Issues and Challenges (View points)

 The main issue identified with the most recent move is the way where RBI's board
acknowledged the panel's suggestions and promptly followed up on it. This at that point
starts the trend for future exchanges and risk turning into the accepted template —in
years good and bad.
 The move has very serious implications for the RBI’s balance sheet, Union Budget,
financial markets and debt management by the RBI
 The subsequent issue is the embedded belief among big section of the government
and organization about the idea of RBI's reserves and how it should be deployed.
 The transfer of fund will and has impacted the fiscal deficit target of the government in
the budget 2020 as the government got more amount of money to fund more projects and
also to increase the consumption in the economy.
  a key question which remains unanswered is who should decide if the RBI has sufficient
reserves. "Should the government decide this or should the RBI," He asks.
 However some economist are of the view that the use of excess funds should be of
balance sheet nature and should not be used for expenditure rather it can be positively
used for recapitalization of banks and extinguishing debt to show that the government is
serious about a strong public sector fiscal position.

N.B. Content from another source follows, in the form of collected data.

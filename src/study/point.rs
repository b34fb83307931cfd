//! One frequency: everything in the circuit.

use crate::circuit::island::Regime;
use crate::circuit::{Circuit, ElementId, Law, NodeId, Read, judge};
use crate::number::ball::Ball;
use crate::study::engine::Engine;
use crate::study::{
    Balance, ElementResult, NodeResult, ReadingResult, Solution, StudyError, Value,
};
use crate::text::ast::LimitKind;
use num_complex::Complex64;

/// Extra-low voltage, a.c.: 50 V rms (IEC 60364-4-41).
pub(crate) const EXTRA_LOW_VOLTS_AC: f64 = 50.0;

/// Extra-low voltage, d.c.: 120 V (IEC 60364-4-41).
const EXTRA_LOW_VOLTS_DC: f64 = 120.0;

/// Solves a circuit at one frequency in hertz.
pub fn solve(circuit: &Circuit, frequency_hz: f64) -> Result<Solution, StudyError> {
    let mut engine = Engine::new(circuit, regime_of(frequency_hz))?;
    engine.solve(frequency_hz)?;
    Ok(report(circuit, &engine, frequency_hz))
}

/// The regime of a frequency in hertz.
pub fn regime_of(frequency_hz: f64) -> Regime {
    if frequency_hz == 0.0 { Regime::Direct } else { Regime::Alternating }
}

fn report(circuit: &Circuit, engine: &Engine, frequency_hz: f64) -> Solution {
    let mut notes = Vec::new();
    let elements: Vec<_> =
        circuit.each_element().map(|(id, _)| element_result(circuit, engine, id)).collect();
    let magnitude = |e: &ElementResult| e.drop.map_or(0.0, |v| v.value.norm());
    let highest_drop = (0..elements.len())
        .max_by(|&a, &b| magnitude(&elements[a]).total_cmp(&magnitude(&elements[b])));
    let readings = circuit.reads.iter().map(|read| reading(engine, read, &mut notes)).collect();
    let nodes = node_results(circuit, engine);
    notes.extend(caution(engine.highest_volts(), frequency_hz));
    if elements.iter().any(|e| e.drop.is_none()) {
        notes.push(
            "at f = 0 capacitors are open; the voltage across one between two islands is not \
             determined"
                .into(),
        );
    }
    let (magnetic_energy_j, electric_energy_j) = energy(circuit, engine, &elements, frequency_hz);
    Solution {
        frequency_hz,
        balance: balance(circuit, &elements),
        nodes,
        elements,
        readings,
        magnetic_energy_j,
        electric_energy_j,
        highest_drop,
        notes,
    }
}

/// The line that a circuit beyond extra-low voltage gets.
pub fn caution(highest_volts: f64, frequency_hz: f64) -> Option<String> {
    let (limit, kind) = match frequency_hz == 0.0 {
        true => (EXTRA_LOW_VOLTS_DC, "d.c."),
        false => (EXTRA_LOW_VOLTS_AC, "rms a.c."),
    };
    (highest_volts > limit).then(|| {
        let volts = readable(highest_volts);
        format!(
            "{volts} V is above the extra-low voltage limit of {limit} V {kind} (IEC \
             60364-4-41): these results describe a model; local electrical codes and a licensed \
             person decide what is safe"
        )
    })
}

/// Four digits, and all of them before the point: `193.1`, `11547`.
fn readable(volts: f64) -> String {
    if volts >= 1e6 {
        return format!("{volts:.3e}");
    }
    let decimals = if volts < 100.0 { 2 } else { usize::from(volts < 1e3) };
    format!("{volts:.decimals$}")
}

fn node_results(circuit: &Circuit, engine: &Engine) -> Vec<NodeResult> {
    let tied = judge::tied_nodes(circuit);
    let mut results = Vec::new();
    for (i, node) in circuit.nodes.iter().enumerate() {
        let id = NodeId(i as u32);
        if !tied[i] {
            continue;
        }
        let reference = engine.system().islands.reference_of(id);
        for name in &node.names {
            results.push(NodeResult {
                name: name.clone(),
                reference: circuit.node_name(reference).to_owned(),
                voltage: engine.node(id).into(),
            });
        }
    }
    results
}

fn undetermined() -> Value {
    Value { value: Complex64::new(f64::NAN, f64::NAN), error: f64::INFINITY }
}

fn element_result(circuit: &Circuit, engine: &Engine, id: ElementId) -> ElementResult {
    let element = circuit.element(id);
    ElementResult {
        name: element.name.clone(),
        kind: circuit.kind(element),
        left: circuit.node_name(element.left).to_owned(),
        right: circuit.node_name(element.right).to_owned(),
        drop: engine.drop(id).map(Value::from),
        current: engine.current(id).map_or_else(|_| undetermined(), Value::from),
        power: engine.power(id).map_or_else(|_| undetermined(), Value::from),
    }
}

fn reading(engine: &Engine, read: &Read, notes: &mut Vec<String>) -> ReadingResult {
    let formula = engine.system().tape.get(read.value);
    let value = match engine.value(read.value) {
        Ok(ball) => Value::from(ball),
        Err(fault) => {
            notes.push(format!("reading `{}` has no value here: {}", read.name, fault.error));
            undetermined()
        }
    };
    ReadingResult {
        name: read.name.clone(),
        dimension: formula.dimension,
        real: formula.real,
        value,
        missed: missed(engine, read, value),
    }
}

/// The limits a reading misses, in words. A complex reading is judged by its magnitude, a real
/// one by its value; a reading without a value misses every limit.
pub(crate) fn missed(engine: &Engine, read: &Read, value: Value) -> Vec<String> {
    let real = engine.system().tape.get(read.value).real;
    let found = if real { value.value.re } else { value.value.norm() };
    let mut missed = Vec::new();
    for limit in &read.limits {
        let Ok(ball) = engine.value(limit.value) else { continue };
        let bound = ball.centre.to_complex().re;
        // Written so that a reading that is no number misses.
        let holds = match limit.kind {
            LimitKind::Least => found >= bound,
            LimitKind::Most => found <= bound,
        };
        if !holds {
            let unit = engine.system().tape.get(read.value).dimension;
            let word = if limit.kind == LimitKind::Least { "least" } else { "most" };
            missed.push(format!("{word} {bound} {unit}").trim_end().to_owned());
        }
    }
    missed
}

fn is_source(law: &Law) -> bool {
    matches!(law, Law::VoltageSource(_) | Law::CurrentSource(_) | Law::OpAmp { .. })
}

/// Tellegen: what sources deliver is what everything else absorbs.
fn balance(circuit: &Circuit, elements: &[ElementResult]) -> Balance {
    let mut balance = Balance::default();
    let mut sum = 0.0;
    for (element, result) in circuit.elements.iter().zip(elements) {
        let power = result.power.value;
        sum += power.norm();
        if is_source(&element.law) {
            balance.delivered -= power;
        } else {
            balance.absorbed += power;
        }
    }
    let off = (balance.delivered - balance.absorbed).norm();
    balance.mismatch = if sum > 0.0 { off / sum } else { 0.0 };
    balance
}

/// Mean energy in windings with their couplings, ½·iᴴ·L·i with rms currents, and in capacitors,
/// ½·C·|v|², in joules.
fn energy(
    circuit: &Circuit,
    engine: &Engine,
    elements: &[ElementResult],
    frequency_hz: f64,
) -> (f64, f64) {
    let value = |id| engine.value(id).map_or(Complex64::default(), |b: Ball| b.centre.to_complex());
    let current = |id: ElementId| elements[id.index()].current.value;
    let (mut magnetic, mut electric) = (0.0, 0.0);
    for (id, element) in circuit.each_element() {
        match element.law {
            Law::Winding { inductance, .. } => {
                magnetic += 0.5 * value(inductance).re * current(id).norm_sqr();
            }
            Law::Capacitor { capacitance, .. } => {
                let c = value(capacitance).re;
                // The charge, without what drops across the loss.
                let volts = match (frequency_hz > 0.0, elements[id.index()].drop) {
                    (true, _) if c != 0.0 => {
                        current(id).norm() / (2.0 * std::f64::consts::PI * frequency_hz * c)
                    }
                    (false, Some(drop)) => drop.value.norm(),
                    _ => 0.0,
                };
                electric += 0.5 * c * volts * volts;
            }
            _ => {}
        }
    }
    for coupling in &circuit.couplings {
        let sign = |id: ElementId| match circuit.element(id).law {
            Law::Winding { dot: Some(end), .. } => f64::from(end.sign()),
            _ => 0.0,
        };
        let both = (current(coupling.first).conj() * current(coupling.second)).re;
        magnetic += sign(coupling.first) * sign(coupling.second) * value(coupling.mutual).re * both;
    }
    (magnetic, electric)
}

 The massive payout has raised worries that the government might be appropriating
money from the RBI to meet its dire spending needs, thus effectively viably
transforming the national bank into a financier for the government. National banks,
like the RBI, however, should be free from all types of government influences. But in
reality, governments across the world attempt to impact decision-making by their
respective national banks in different manners.